[Saved entries]
= = = = = = =

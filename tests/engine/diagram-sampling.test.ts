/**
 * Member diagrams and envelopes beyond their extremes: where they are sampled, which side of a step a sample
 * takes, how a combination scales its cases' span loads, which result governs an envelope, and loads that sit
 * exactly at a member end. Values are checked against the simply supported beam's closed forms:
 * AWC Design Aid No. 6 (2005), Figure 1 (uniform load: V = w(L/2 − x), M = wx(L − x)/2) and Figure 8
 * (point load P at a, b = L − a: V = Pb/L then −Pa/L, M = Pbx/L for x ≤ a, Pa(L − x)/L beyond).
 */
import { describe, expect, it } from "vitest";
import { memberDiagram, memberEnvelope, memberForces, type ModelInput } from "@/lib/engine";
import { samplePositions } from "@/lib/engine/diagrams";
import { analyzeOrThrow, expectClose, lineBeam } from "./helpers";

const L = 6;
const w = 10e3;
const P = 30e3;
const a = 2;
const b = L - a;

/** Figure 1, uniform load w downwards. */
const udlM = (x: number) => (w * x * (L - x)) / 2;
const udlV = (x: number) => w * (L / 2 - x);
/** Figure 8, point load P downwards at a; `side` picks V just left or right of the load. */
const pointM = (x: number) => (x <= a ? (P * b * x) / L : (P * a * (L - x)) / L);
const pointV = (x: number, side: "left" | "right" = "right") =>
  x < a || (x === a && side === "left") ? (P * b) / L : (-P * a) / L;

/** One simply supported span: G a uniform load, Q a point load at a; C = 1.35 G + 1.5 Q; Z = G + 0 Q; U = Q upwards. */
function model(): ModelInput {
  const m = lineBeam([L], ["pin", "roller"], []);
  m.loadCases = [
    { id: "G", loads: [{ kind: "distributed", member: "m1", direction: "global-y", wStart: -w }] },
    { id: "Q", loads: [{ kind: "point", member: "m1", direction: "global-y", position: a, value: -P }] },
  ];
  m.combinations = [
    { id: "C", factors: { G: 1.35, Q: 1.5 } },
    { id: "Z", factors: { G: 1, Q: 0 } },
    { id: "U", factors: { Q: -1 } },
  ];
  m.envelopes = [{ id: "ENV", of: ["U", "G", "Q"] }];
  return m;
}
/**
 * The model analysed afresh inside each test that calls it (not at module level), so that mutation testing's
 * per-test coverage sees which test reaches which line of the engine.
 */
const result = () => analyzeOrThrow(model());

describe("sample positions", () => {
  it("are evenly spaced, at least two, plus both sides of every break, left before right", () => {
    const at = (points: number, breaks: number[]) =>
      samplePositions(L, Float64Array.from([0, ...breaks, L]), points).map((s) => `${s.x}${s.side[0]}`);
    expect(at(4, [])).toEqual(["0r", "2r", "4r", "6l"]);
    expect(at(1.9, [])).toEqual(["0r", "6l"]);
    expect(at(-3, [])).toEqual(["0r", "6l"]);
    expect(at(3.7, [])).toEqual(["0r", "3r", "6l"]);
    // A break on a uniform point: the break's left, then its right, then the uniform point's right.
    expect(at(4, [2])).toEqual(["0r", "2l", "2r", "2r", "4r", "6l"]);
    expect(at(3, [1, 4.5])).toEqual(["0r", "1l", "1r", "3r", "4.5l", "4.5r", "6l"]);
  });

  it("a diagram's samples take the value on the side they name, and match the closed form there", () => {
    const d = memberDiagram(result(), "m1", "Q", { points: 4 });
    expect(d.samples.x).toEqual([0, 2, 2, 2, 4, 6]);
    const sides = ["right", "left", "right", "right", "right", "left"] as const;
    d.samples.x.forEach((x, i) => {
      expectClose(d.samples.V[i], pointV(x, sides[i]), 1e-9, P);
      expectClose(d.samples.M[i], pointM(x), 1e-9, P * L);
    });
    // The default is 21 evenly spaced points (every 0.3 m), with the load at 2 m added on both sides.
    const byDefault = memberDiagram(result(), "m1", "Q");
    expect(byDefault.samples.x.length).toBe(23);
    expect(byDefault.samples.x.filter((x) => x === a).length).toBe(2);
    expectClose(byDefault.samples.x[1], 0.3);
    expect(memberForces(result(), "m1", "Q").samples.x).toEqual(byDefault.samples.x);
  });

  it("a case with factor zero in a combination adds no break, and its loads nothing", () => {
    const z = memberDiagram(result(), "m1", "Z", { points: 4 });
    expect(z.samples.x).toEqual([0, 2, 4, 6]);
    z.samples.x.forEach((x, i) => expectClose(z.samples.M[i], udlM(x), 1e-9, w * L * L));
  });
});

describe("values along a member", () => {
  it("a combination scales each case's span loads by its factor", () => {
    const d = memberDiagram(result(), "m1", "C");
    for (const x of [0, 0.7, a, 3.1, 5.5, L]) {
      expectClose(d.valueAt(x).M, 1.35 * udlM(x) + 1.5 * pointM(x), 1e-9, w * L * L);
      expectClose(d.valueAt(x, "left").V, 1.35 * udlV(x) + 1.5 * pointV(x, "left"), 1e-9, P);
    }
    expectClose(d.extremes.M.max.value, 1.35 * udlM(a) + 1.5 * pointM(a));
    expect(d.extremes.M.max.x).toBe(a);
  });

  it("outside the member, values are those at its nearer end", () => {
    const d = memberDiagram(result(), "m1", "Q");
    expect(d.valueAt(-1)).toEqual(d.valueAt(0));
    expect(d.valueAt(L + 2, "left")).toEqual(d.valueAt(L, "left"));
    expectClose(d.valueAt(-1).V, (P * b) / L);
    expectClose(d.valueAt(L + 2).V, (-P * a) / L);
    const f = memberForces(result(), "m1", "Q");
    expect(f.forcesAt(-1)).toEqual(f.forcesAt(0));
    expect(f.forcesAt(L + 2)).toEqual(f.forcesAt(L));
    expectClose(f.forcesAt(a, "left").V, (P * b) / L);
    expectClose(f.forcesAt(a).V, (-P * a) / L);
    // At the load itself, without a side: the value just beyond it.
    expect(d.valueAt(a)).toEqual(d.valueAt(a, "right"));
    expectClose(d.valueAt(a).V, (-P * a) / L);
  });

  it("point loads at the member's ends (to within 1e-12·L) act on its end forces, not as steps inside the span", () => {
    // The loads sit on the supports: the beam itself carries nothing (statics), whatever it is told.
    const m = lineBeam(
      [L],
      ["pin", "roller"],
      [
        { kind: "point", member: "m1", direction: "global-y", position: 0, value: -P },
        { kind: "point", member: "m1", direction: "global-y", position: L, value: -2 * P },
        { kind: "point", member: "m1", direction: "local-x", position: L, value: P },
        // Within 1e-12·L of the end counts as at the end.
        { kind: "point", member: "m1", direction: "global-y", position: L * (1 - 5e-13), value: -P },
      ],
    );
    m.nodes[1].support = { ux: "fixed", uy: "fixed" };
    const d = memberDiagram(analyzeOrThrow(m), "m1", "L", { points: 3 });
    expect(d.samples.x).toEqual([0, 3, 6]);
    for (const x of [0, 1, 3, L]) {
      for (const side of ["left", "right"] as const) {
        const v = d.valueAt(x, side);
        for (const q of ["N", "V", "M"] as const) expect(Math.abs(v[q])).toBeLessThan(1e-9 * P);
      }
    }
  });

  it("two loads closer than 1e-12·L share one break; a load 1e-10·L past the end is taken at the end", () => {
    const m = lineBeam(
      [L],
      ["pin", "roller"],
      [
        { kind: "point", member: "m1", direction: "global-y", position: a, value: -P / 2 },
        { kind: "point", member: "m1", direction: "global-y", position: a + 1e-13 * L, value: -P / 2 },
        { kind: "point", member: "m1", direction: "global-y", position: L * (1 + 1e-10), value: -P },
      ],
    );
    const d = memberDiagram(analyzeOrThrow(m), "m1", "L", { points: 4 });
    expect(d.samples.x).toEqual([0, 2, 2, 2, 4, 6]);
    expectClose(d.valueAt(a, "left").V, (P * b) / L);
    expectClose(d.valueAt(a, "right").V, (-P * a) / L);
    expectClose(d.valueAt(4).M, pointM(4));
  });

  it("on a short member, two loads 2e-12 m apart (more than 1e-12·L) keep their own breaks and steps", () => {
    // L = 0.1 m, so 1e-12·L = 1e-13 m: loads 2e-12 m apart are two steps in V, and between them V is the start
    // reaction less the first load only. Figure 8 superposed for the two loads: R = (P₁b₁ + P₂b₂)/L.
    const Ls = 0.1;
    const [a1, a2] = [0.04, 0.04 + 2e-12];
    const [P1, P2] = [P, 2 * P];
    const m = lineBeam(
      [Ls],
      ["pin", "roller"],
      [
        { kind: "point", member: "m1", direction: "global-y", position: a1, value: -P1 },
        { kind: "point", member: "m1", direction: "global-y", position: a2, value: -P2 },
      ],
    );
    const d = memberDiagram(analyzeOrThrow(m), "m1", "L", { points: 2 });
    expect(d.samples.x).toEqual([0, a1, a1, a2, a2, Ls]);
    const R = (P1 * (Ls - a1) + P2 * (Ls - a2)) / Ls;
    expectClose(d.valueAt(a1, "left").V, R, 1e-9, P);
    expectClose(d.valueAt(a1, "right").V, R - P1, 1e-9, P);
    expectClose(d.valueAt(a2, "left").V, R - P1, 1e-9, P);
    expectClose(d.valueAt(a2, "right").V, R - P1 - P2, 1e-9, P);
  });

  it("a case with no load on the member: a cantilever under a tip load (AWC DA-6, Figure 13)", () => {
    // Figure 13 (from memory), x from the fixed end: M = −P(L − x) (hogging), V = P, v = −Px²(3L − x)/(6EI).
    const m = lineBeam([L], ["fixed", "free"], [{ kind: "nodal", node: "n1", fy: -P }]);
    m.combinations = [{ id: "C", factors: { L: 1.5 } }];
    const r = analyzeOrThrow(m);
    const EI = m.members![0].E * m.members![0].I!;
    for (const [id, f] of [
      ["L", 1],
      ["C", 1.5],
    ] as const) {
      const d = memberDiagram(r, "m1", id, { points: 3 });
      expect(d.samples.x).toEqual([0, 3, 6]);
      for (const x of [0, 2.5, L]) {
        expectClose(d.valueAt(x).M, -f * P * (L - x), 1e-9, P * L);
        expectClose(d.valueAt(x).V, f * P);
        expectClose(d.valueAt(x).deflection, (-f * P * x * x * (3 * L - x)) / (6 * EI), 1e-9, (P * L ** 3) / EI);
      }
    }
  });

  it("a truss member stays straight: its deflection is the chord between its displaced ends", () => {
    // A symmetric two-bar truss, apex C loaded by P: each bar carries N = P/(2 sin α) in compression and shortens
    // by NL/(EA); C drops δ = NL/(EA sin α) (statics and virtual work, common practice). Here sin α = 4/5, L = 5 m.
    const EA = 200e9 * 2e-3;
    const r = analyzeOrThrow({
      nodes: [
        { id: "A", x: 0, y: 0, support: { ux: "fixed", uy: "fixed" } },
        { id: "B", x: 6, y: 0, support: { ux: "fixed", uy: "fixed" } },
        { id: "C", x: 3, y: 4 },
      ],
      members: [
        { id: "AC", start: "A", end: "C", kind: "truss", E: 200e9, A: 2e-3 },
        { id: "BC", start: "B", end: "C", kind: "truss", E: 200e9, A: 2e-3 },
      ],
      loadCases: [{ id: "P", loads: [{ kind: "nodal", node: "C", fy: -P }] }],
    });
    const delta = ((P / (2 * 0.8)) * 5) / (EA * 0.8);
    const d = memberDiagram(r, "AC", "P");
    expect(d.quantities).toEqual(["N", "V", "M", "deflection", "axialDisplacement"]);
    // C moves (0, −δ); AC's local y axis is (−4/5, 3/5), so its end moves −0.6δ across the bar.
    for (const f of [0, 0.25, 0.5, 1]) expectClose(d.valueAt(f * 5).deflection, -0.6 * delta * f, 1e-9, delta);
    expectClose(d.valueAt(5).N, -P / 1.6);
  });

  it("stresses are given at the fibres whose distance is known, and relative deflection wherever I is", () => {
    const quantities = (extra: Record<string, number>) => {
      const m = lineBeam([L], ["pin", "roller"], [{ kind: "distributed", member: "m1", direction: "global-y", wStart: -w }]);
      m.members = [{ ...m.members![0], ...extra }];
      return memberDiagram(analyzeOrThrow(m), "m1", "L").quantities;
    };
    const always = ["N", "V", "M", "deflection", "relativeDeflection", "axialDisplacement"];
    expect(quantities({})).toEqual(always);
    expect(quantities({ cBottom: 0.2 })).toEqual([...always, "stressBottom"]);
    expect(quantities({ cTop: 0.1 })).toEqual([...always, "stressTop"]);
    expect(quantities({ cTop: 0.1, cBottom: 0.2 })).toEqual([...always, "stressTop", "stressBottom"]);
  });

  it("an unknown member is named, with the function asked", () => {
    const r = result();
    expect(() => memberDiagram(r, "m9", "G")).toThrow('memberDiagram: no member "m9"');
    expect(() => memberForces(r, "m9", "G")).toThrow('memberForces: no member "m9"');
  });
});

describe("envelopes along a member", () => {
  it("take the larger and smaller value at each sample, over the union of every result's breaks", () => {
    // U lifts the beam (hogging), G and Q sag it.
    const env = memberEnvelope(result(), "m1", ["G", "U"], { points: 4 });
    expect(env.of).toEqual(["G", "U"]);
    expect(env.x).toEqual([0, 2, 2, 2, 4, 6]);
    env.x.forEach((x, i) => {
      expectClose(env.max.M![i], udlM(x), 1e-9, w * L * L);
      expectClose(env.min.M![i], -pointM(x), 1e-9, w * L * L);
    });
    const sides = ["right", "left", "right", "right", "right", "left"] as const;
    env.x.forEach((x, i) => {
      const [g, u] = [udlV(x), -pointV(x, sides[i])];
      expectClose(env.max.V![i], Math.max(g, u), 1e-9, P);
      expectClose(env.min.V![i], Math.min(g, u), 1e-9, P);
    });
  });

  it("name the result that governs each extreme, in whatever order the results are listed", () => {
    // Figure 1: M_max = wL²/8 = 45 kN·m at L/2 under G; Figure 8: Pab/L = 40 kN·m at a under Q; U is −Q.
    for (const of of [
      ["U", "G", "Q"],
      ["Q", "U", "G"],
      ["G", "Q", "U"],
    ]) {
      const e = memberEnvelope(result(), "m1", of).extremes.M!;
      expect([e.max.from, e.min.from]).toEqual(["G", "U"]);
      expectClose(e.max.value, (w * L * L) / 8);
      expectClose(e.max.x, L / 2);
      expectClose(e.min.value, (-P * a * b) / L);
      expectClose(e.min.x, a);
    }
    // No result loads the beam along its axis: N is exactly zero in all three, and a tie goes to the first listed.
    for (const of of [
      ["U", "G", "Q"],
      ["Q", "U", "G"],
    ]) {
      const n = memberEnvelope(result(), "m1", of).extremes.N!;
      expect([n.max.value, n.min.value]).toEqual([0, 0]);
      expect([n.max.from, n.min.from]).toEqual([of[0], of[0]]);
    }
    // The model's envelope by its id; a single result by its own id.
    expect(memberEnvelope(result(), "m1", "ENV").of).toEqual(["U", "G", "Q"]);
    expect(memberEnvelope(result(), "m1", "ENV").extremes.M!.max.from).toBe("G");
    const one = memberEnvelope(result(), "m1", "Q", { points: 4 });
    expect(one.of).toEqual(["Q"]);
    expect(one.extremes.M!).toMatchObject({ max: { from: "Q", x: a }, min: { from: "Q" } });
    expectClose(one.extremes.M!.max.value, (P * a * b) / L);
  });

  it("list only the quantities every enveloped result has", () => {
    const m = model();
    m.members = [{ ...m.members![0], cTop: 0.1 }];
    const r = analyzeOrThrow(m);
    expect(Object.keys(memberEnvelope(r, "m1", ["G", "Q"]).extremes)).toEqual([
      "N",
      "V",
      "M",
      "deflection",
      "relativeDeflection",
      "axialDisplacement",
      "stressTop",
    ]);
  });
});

= = = = = = =

What you should do> Begin at the first line of the records above and restate each line word for word, stopping after the line with "loads that sit".

Answer section>
filename tests/engine/diagram-sampling.test.ts
/**
 * Member diagrams and envelopes beyond their extremes: where they are sampled, which side of a step a sample
 * takes, how a combination scales its cases' span loads, which result governs an envelope, and loads that sit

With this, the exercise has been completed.